When she was accurately diagnosed, Hanks was told that one in every 5,000 people is gluten intolerant. Five years later, it's closer to one in 130, according to researchers.

Dr. Alessio Fasano of the University of Maryland, in a 2003 study, called celiac disease "the only autoimmune disease where (the) trigger is known."

"That trigger is gluten," Fasano wrote.

Lindsey Hanks, now 9, said it can be challenging to eat a gluten-free diet. She almost always brings her own lunch to school and has to avoid common childhood favorites such as pizza and cake — unless her mom is the chef.

"Sometimes I get something in my system that I wasn't supposed to eat, and I'll get pretty sick," she said. "If I have a stomachache, my mother always asks, 'What did you eat today?' "

Shelli Hanks said everyone in her family eats a gluten-free diet at home.

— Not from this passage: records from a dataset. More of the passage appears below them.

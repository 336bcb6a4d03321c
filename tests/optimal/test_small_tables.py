"""Complete tables of up to three lines against published averages, breadth-first search and the simulator."""

from __future__ import annotations

import numpy as np
import pytest

from revsynth.cascade.simulate import permutation
from revsynth.optimal.small_tables import First, SmallTable, gates_on, small_table
from revsynth.options import Controls
from tests.slow_simulator import run_cascade


def counts(table: SmallTable, what: str) -> list[int]:
    return np.bincount([getattr(table.cost_of(row), what) for row in range(len(table))]).tolist()


@pytest.mark.parametrize(
    ("controls", "functions", "average"),
    [
        ("positive", [1, 12, 102, 625, 2780, 8921, 17049, 10253, 577], 5.8655),
        ("mixed", [1, 27, 369, 2925, 13282, 20480, 3236], 4.5755),
    ],
)
def test_functions_of_three_lines_by_gates(controls: Controls, functions: list[int], average: float) -> None:
    """Positive: Shende, Prasad, Markov, Hayes, IEEE TCAD 22(6), 2003. Mixed: exhaustive search."""
    found = counts(small_table(3, controls, "gates"), "gates")
    assert found == functions
    mean = sum(size * count for size, count in enumerate(found)) / 40_320
    assert round(mean, 4) == average


@pytest.mark.parametrize("controls", ["positive", "mixed"])
def test_functions_of_three_lines_by_toffolis(controls: Controls) -> None:
    """NOT and CNOT free: exhaustive search; polarity does not matter, as NOTs are free."""
    found = counts(small_table(3, controls, "toffolis"), "toffolis")
    assert found == [1344, 9408, 18816, 10752]
    assert round(sum(size * count for size, count in enumerate(found)) / 40_320, 4) == 1.9667


@pytest.mark.parametrize("lines", [0, 1, 2, 3])
@pytest.mark.parametrize("controls", ["positive", "mixed"])
@pytest.mark.parametrize("first", ["gates", "toffolis"])
def test_circuits_do_what_their_row_says_and_take_what_it_says(
    lines: int, controls: Controls, first: First
) -> None:
    table = small_table(lines, controls, first)
    for row in range(0, len(table), max(1, len(table) // 500)):
        cascade = table.cascade(row)
        wanted = table.images[row].tolist()
        assert permutation(cascade).tolist() == wanted
        assert [run_cascade(cascade, x)[0] for x in range(1 << lines)] == wanted
        assert table.index(wanted) == row
        cost = table.cost_of(row)
        sizes = [len(gate.controls) for gate in cascade]
        assert (cost.gates, cost.toffolis, cost.literals) == (
            len(cascade),
            sizes.count(2),
            sum(sizes),
        )
        assert controls == "mixed" or not np.any(cascade.control & 1)


def test_two_lines_by_a_plain_search() -> None:
    """Breadth first over tuples, one gate at a time."""
    from revsynth.cascade.model import Cascade

    gates = [permutation(Cascade.from_gates(2, [gate])).tolist() for gate in gates_on(2, "mixed")]
    size = {(0, 1, 2, 3): 0}
    queue = list(size)
    for state in queue:
        for gate in gates:
            after = tuple(gate[x] for x in state)
            if after not in size:
                size[after] = size[state] + 1
                queue.append(after)
    table = small_table(2, "mixed", "gates")
    assert len(size) == 24
    assert [table.cost_of(row).gates for row in range(24)] == [
        size[tuple(row)] for row in table.images.tolist()
    ]


def test_relabelling_and_inversion_change_no_cost() -> None:
    table = small_table(3, "mixed", "gates")
    order = [0, 2, 4, 6, 1, 3, 5, 7]
    back = [order.index(x) for x in range(8)]
    for row in range(0, 40_320, 777):
        images = table.images[row].tolist()
        named = [order[images[back[x]]] for x in range(8)]
        inverse = [images.index(x) for x in range(8)]
        assert table.cost_of(table.index(named)) == table.cost_of(row) == table.cost_of(table.index(inverse))


def test_what_has_no_table_is_refused() -> None:
    with pytest.raises(ValueError, match="up to 3 lines, not 4"):
        small_table(4)
    with pytest.raises(ValueError, match="a permutation of 3 lines"):
        small_table(3).index([0, 0, 1, 2, 3, 4, 5, 6])
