def merge(k, a, b, size, leaves, out, places):
    """The union of two cuts' leaves into out[0:]; places[0:k], [k:2k]: where the leaves of a and b went.

    Returns its size, or -1 for more than k leaves.
    """
    i = j = n = 0
    size_a, size_b = size[a], size[b]
    base_a, base_b = a * k, b * k
    while i < size_a or j < size_b:
        if n == k:
            return -1
        if j == size_b or (i < size_a and leaves[base_a + i] < leaves[base_b + j]):
            out[n] = leaves[base_a + i]
            places[i] = n
            i += 1
        elif i == size_a or leaves[base_b + j] < leaves[base_a + i]:
            out[n] = leaves[base_b + j]
            places[k + j] = n
            j += 1
        else:
            out[n] = leaves[base_a + i]
            places[i] = n
            places[k + j] = n
            i += 1
            j += 1
        n += 1
    return n


def spread(table, count, places, begin, lows):
    """The table with variable i moved to places[begin + i], from the last one down."""
    for i in range(count - 1, -1, -1):
        if places[begin + i] != i:
            table = moved(table, i, places[begin + i], lows[i], lows[places[begin + i]])
    return table


def shrink(table, size, out, lows):
    """Drops leaves that the table does not depend on, from out as well: returns (table, size)."""
    i = 0
    while i < size:
        if depends(table, i, lows[i]):
            i += 1
            continue
        for j in range(i + 1, size):
            table = moved(table, j, j - 1, lows[j], lows[j - 1])
            out[j - 1] = out[j]
        size -= 1
    return table, size


def five_key(table, anf):
    """A number below FIVE_KEYS that functions of 5 inputs in one affine class share.

    Made of the degree and of how evenly each of the 31 derivatives f(x) ^ f(x ^ a) is spread: both are the
    same for all of a class, and the number is different for all 48 of them.
    """
    degree = 0
    if anf & 0x80000000:
        degree = 3
    elif anf & 0x68808000:
        degree = 2
    elif anf & 0x16686880:
        degree = 1
    seen = 0
    shifted = table
    for step in range(1, 32):
        change = step & -step
        if change == 1:
            shifted = ((shifted & 0x55555555) << 1) | ((shifted >> 1) & 0x55555555)
        elif change == 2:
            shifted = ((shifted & 0x33333333) << 2) | ((shifted >> 2) & 0x33333333)
        elif change == 4:
            shifted = ((shifted & 0x0F0F0F0F) << 4) | ((shifted >> 4) & 0x0F0F0F0F)
        elif change == 8:
            shifted = ((shifted & 0x00FF00FF) << 8) | ((shifted >> 8) & 0x00FF00FF)
        else:
            shifted = ((shifted & 0x0000FFFF) << 16) | ((shifted >> 16) & 0x0000FFFF)
        weight = ones_of((table ^ shifted) & 0xFFFFFFFF)
        half = (weight - 16 if weight > 16 else 16 - weight) >> 1
        seen += half * half * half * half * half
    return (seen * 4 + degree) % FIVE_KEYS


def price_of(table, size, k, prices):
    """What a cut costs: its ANDs and a small share for about as many XORs as its normal form has."""
    anf = anf_of(table, k)
    ands = prices[five_key(table, anf)] if size == 5 else ands_of_four(anf & 0xFFFF)
    terms = ones_of(anf & 0xFFFFFFFE)
    return ands + (terms - 1) * XOR_WEIGHT if terms > 1 else 1.0 * ands


def contains(c, k, size, leaves, n, out):
    """Whether out[0:n] holds all leaves of cut c."""
    j = 0
    for i in range(size[c]):
        leaf = leaves[c * k + i]
        while j < n and out[j] < leaf:
            j += 1
        if j == n or out[j] != leaf:
            return False
    return True


def store(c, k, n, out, table, mark, price, flow, cut_data):
    """Writes one cut."""
    size, leaves, tables, marks, prices, flows = cut_data
    size[c] = n
    for i in range(n):
        leaves[c * k + i] = out[i]
    tables[c] = table
    marks[c] = mark
    prices[c] = price
    flows[c] = flow
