"""Tables of (what the message must say, what is wrong): every refusal of the readers and `understand`."""

from __future__ import annotations

import pytest

from revsynth.errors import RevsynthError, SpecError
from revsynth.spec.dimacs import parse_dimacs
from revsynth.spec.inline import inline_spec
from revsynth.spec.model import Predicate, Spec, Word
from revsynth.spec.pla import parse_pla
from revsynth.spec.toml_reader import parse_toml
from revsynth.spec.understand import understand

IN = "[inputs]\na = 4\n"
PRED = '[predicate]\nwhere = "a > 1"\n'
OUT = IN + "[outputs]\n"
PERM = IN + "[permutation]\n"
CELL = "[inputs]\ncell = { bits = 2, count = 3 }\nb = 1\n"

"I think it's helpful for her that I have it too," she said. "It's not just what she couldn't have, but what we couldn't have."

Wilson, who is president of the Southern Arizona Celiac Support group, said that when her brother was diagnosed in 2001, she never had heard of the disease.

Her sister had been sick for a while and was receiving weekly iron shots, but a diagnosis was elusive.

A year later, Wilson, 52, decided to try a gluten-free diet after years of worsening stomach problems.

"I also had chronic fatigue. Within 10 or 15 minutes of eating gluten, I would fall asleep," she said.

When it got bad, she said, she would just skip meals instead of risking stomach upset again.

At this point, 25 family members have been diagnosed with celiac disease, including both parents and all but one of her seven siblings.

Wilson is now very selective about what she eats.

"I'm so careful because not every celiac gets as sick as I do," she said. "I bring my food everywhere I go. I will not eat if I have nothing gluten-free to eat."

Kurth was 5 years old in 1937. He was anemic, had chronic diarrhea and no diagnosis.

A visiting German doctor may have saved his life with a then-unusual diagnosis, at least for this country: "celiac sprue."

"He recommended a diet of liver, bananas and cottage cheese," Kurth said. "This regimen lasted for two years."

Kurth also took folic acid for anemia. It worked — for a while.

He didn't become extremely ill again until 10 years later. Then, the return of horrible diarrhea. His weight dropped from 128 pounds to 62 pounds.

"I was skin and bones," he said.

What saved him this time was not the insight of a doctor, but half a roll of toilet paper. He ate it alone in his hospital room at 2 a.m. after overhearing doctors talk about his dire situation.

Somehow, he said, eating the paper stopped the upset. His doctors called it a miracle, but Kurth had no idea how to protect himself from another bout.

In 1957, Kurth married his wife, Ann.

"I was eating casseroles and other foods. Some of it bothered me; some of it didn't," he said, explaining diarrhea was still a problem.

"Then I developed anemia again."

At age 32, it was a dietitian who passed on the words Kurth said have enabled him to live well since.

"She said, 'No more wheat, oats, barley or malt,' " Kurth said. The advice worked.

"Now, with the good Lord's permission, I'll be 76 on May 9."